Worker housing on the Aquiares coffee estate.

Following a long, winding drive past literally millions of coffee bushes to the top of the farm, 1,400 meters above sea level, I looked out over the one thousand plus-hectare estate, the largest contiguous coffee farm in the country. From where I stood, it was hard to distinguish forest from coffee—and in fact, the coffee plantings are so well-interlaced with natural vegetation that ocelots, sloths, and a wealth of other tropical species roam the farm. The coffee is shade grown, under a semi-open canopy of fruit and forest trees. As a result, it grows more slowly, ripens gently, resulting in distinct flavors and the high quality for which Aquiares is renowned.

aquiares view

Aquiares means “land between rivers” in a local indigenous language, Huetar.

The farm has even partnered with a global science team to measure the amount of carbon the farm is sucking out of the air with its flourishing trees and coffee plants. Aquiares participates in several other initiatives in an effort to battle climate change as well—in fact, it was the first farm in Costa Rica to fulfill the requirements of the Rainforest Alliance climate module.

Well-treated workers, biodiversity, growing trees, and carbon absorbed all add up to make Aquiares a truly perfect partner for the Rainforest Alliance.  The entire farm has been certified since 2003.

D Alfonso with RAC sign

Aquiares has been continuously Rainforest Alliance Certified since 2003.

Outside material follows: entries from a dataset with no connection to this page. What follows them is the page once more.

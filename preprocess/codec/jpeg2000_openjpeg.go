//go:build cgo && openjpeg

package codec

/*
#cgo pkg-config: libopenjp2
#include <stdlib.h>
#include <string.h>
#include <openjpeg.h>

// A read-only memory stream for OpenJPEG; it lives for one call of
// midsag_j2k_decode, so the Go buffer it points to is never kept.
typedef struct { const unsigned char *data; OPJ_SIZE_T size, pos; } midsag_mem;

static OPJ_SIZE_T midsag_mem_read(void *buf, OPJ_SIZE_T n, void *user) {
	midsag_mem *m = user;
	if (m->pos >= m->size) return (OPJ_SIZE_T)-1;
	if (n > m->size - m->pos) n = m->size - m->pos;
	memcpy(buf, m->data + m->pos, n);
	m->pos += n;
	return n;
}

static OPJ_OFF_T midsag_mem_skip(OPJ_OFF_T n, void *user) {
	midsag_mem *m = user;
	if (n < 0) return -1;
	if ((OPJ_SIZE_T)n > m->size - m->pos) n = (OPJ_OFF_T)(m->size - m->pos);
	m->pos += (OPJ_SIZE_T)n;
	return n;
}

static OPJ_BOOL midsag_mem_seek(OPJ_OFF_T n, void *user) {
	midsag_mem *m = user;
	if (n < 0 || (OPJ_SIZE_T)n > m->size) return OPJ_FALSE;
	m->pos = (OPJ_SIZE_T)n;
	return OPJ_TRUE;
}

static void midsag_quiet(const char *msg, void *user) { (void)msg; (void)user; }

typedef struct { int width, height, comps, prec, sgnd, subsampled; } midsag_j2k_info;

enum { MIDSAG_J2K_OK, MIDSAG_J2K_NOHEADER, MIDSAG_J2K_MISMATCH, MIDSAG_J2K_NODECODE, MIDSAG_J2K_NODATA };

// midsag_j2k_decode reads the header, fills info, and decodes only when
// the header matches the expected size (so the image allocated is the one
// the DICOM header announced). *out is set on success and on MISMATCH
// left NULL.
static int midsag_j2k_decode(const unsigned char *data, size_t len, int jp2,
		int want_w, int want_h, int want_c, int max_prec,
		midsag_j2k_info *info, opj_image_t **out) {
	midsag_mem m = { data, len, 0 };
	opj_dparameters_t params;
	opj_image_t *img = NULL;
	int rc = MIDSAG_J2K_OK;
	*out = NULL;
	memset(info, 0, sizeof *info);
	opj_codec_t *codec = opj_create_decompress(jp2 ? OPJ_CODEC_JP2 : OPJ_CODEC_J2K);
	if (!codec) return MIDSAG_J2K_NOHEADER;
	opj_set_info_handler(codec, midsag_quiet, NULL);
	opj_set_warning_handler(codec, midsag_quiet, NULL);
	opj_set_error_handler(codec, midsag_quiet, NULL);
	opj_set_default_decoder_parameters(&params);
	opj_stream_t *s = opj_stream_create(1 << 16, OPJ_TRUE);
	if (!s) { opj_destroy_codec(codec); return MIDSAG_J2K_NOHEADER; }
	opj_stream_set_user_data(s, &m, NULL);
	opj_stream_set_user_data_length(s, len);
	opj_stream_set_read_function(s, midsag_mem_read);
	opj_stream_set_skip_function(s, midsag_mem_skip);
	opj_stream_set_seek_function(s, midsag_mem_seek);
	if (!opj_setup_decoder(codec, &params) || !opj_decoder_set_strict_mode(codec, OPJ_TRUE) ||
			!opj_read_header(s, codec, &img) || img == NULL || img->numcomps == 0) {
		rc = MIDSAG_J2K_NOHEADER;
		goto done;
	}
	info->width = (int)(img->x1 - img->x0);
	info->height = (int)(img->y1 - img->y0);
	info->comps = (int)img->numcomps;
	info->prec = (int)img->comps[0].prec;
	info->sgnd = (int)img->comps[0].sgnd;
	for (OPJ_UINT32 i = 0; i < img->numcomps; i++) {
		opj_image_comp_t *c = &img->comps[i];
		if (c->dx != 1 || c->dy != 1 || (int)c->prec != info->prec || (int)c->sgnd != info->sgnd) info->subsampled = 1;
	}
	if (info->width != want_w || info->height != want_h || info->comps != want_c ||
			info->prec < 1 || info->prec > max_prec || info->subsampled) {
		rc = MIDSAG_J2K_MISMATCH;
		goto done;
	}
	if (!opj_decode(codec, s, img) || !opj_end_decompress(codec, s)) {
		rc = MIDSAG_J2K_NODECODE;
		goto done;
	}
	for (OPJ_UINT32 i = 0; i < img->numcomps; i++) {
		opj_image_comp_t *c = &img->comps[i];
		if (c->data == NULL || (int)c->w != want_w || (int)c->h != want_h) { rc = MIDSAG_J2K_NODATA; goto done; }
	}
	*out = img;
	img = NULL;
done:
	if (img) opj_image_destroy(img);
	opj_stream_destroy(s);
	opj_destroy_codec(codec);
	return rc;
}
*/
import "C"

import (
	"bytes"
	"errors"
	"fmt"
	"unsafe"
)

// JPEG2000Built reports that this binary decodes JPEG 2000.
const JPEG2000Built = true

// jp2Signature starts a JP2 file (ITU-T T.800 I.5.1); DICOM asks for a
// bare codestream (PS3.5 A.4.4), but some encoders wrap it.
var jp2Signature = []byte{0, 0, 0, 0x0c, 'j', 'P', ' ', ' ', 0x0d, 0x0a, 0x87, 0x0a}

// DecodeJPEG2000 decodes one JPEG 2000 Part 1 frame (ITU-T T.800) with
// OpenJPEG. The codestream's image size, component count and precision
// are checked against want before any sample is decoded; OpenJPEG runs in
// strict mode, so a truncated codestream is an error rather than a
// partly decoded image.
func DecodeJPEG2000(data []byte, want Expect) (*Frame, error) {
	if err := want.check("JPEG 2000", want.Cols, want.Rows, want.Components, 1); err != nil {
		return nil, err
	}
	if len(data) < 2 {
		return nil, fmt.Errorf("codec: JPEG 2000 frame: %w", ErrTruncated)
	}
	jp2 := C.int(0)
	if bytes.HasPrefix(data, jp2Signature) {
		jp2 = 1
	}
	maxPrec := min(want.BitsAllocated, 16)
	var info C.midsag_j2k_info
	var img *C.opj_image_t
	rc := C.midsag_j2k_decode((*C.uchar)(unsafe.Pointer(&data[0])), C.size_t(len(data)), jp2,
		C.int(want.Cols), C.int(want.Rows), C.int(want.Components), C.int(maxPrec), &info, &img)
	switch rc {
	case C.MIDSAG_J2K_OK:
	case C.MIDSAG_J2K_NOHEADER:
		return nil, errors.New("codec: JPEG 2000 codestream header does not parse")
	case C.MIDSAG_J2K_MISMATCH:
		if info.subsampled != 0 {
			return nil, errors.New("codec: JPEG 2000 components are subsampled or differ in precision; DICOM frames have equal components (PS3.5 A.4.4)")
		}
		if err := want.check("JPEG 2000", int(info.width), int(info.height), int(info.comps), int(info.prec)); err != nil {
			return nil, err
		}
		return nil, errors.New("codec: JPEG 2000 codestream does not match the DICOM header")
	default:
		return nil, errors.New("codec: JPEG 2000 codestream is corrupt or truncated")
	}
	defer C.opj_image_destroy(img)
	n := want.Rows * want.Cols
	comps := unsafe.Slice(img.comps, int(img.numcomps))
	f := &Frame{Width: want.Cols, Height: want.Rows, Components: want.Components, Precision: int(info.prec),
		Signed: info.sgnd != 0, Samples: make([]int32, n*want.Components)}
	for c := range comps {
		src := unsafe.Slice((*int32)(unsafe.Pointer(comps[c].data)), n)
		for p, v := range src {
			f.Samples[p*want.Components+c] = v
		}
	}
	return f, nil
}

“Of course, it costs us money to ensure we can maintain our certification. We are continuously making improvements—to worker housing, reducing chemical use, planting more trees, and saving energy, for example,” Don Alfonso explained. “But,” he added, “we make more money as a result.”  He leafed through carefully kept accounts and neat management committee meeting minutes, showing the net financial plus of the certification effort: higher prices and better relationships with premium buyers.  “Most important though,” he said, “our farm is more productive, the coffee is higher quality. We have a healthier, more sustainable farm and our workers are proud—they don’t leave.”

coffee seedlings Aquiares

Coffee plants on Aquiares farm.

There is little doubt about the quality of the coffee. A significant amount is sold to Nespresso, a company devoted to superior flavor (Nespresso also invented and still dominates the high-end capsule coffee market, despite now having over 200 competitors). Aquiares has built special coffee processing facilities and submits to rigorous quality controls to comply with Nespresso’s needs; in exchange, Aquiares enjoys a premium price. The Rainforest Alliance is also part of the worldwide success of Nespresso, now certifying almost half of all Nespresso’s coffee beans. We work to ensure high sustainability standards for over 80 percent of the production through Nespresso’s own AAA program, which we helped to design and implement.

If you have tried Nespresso, you know how good it tastes and how perfectly consistent it is. But one of the highlights of my visit to Aquiares, aside from simply spending time with a truly inspiring, gentle, and brilliant man, was tasting what Don Alfonso calls, with a smile, the “founder’s reserve”—the best of the best of his production. This coffee is sublimely smooth, not a hint of bitterness, and, as the name implies, is more like drinking a fine single malt whiskey or an aged estate wine—without the risk of a hangover! The estate sells this coffee in what are called “micro-lots,” destined for the most discerning buyers in Japan, Singapore, and beyond.

Thank you, Don Alfonso, for teaching me so much in just a short weekend, for sharing your passion, for being a loyal and longstanding Rainforest Alliance partner, and for giving me a few pounds of the founder’s reserve to take home with me—I don’t think it will sit on the shelf for long!

Don Alfonso

Don Alfonso Robelo says treating workers well is good business practice.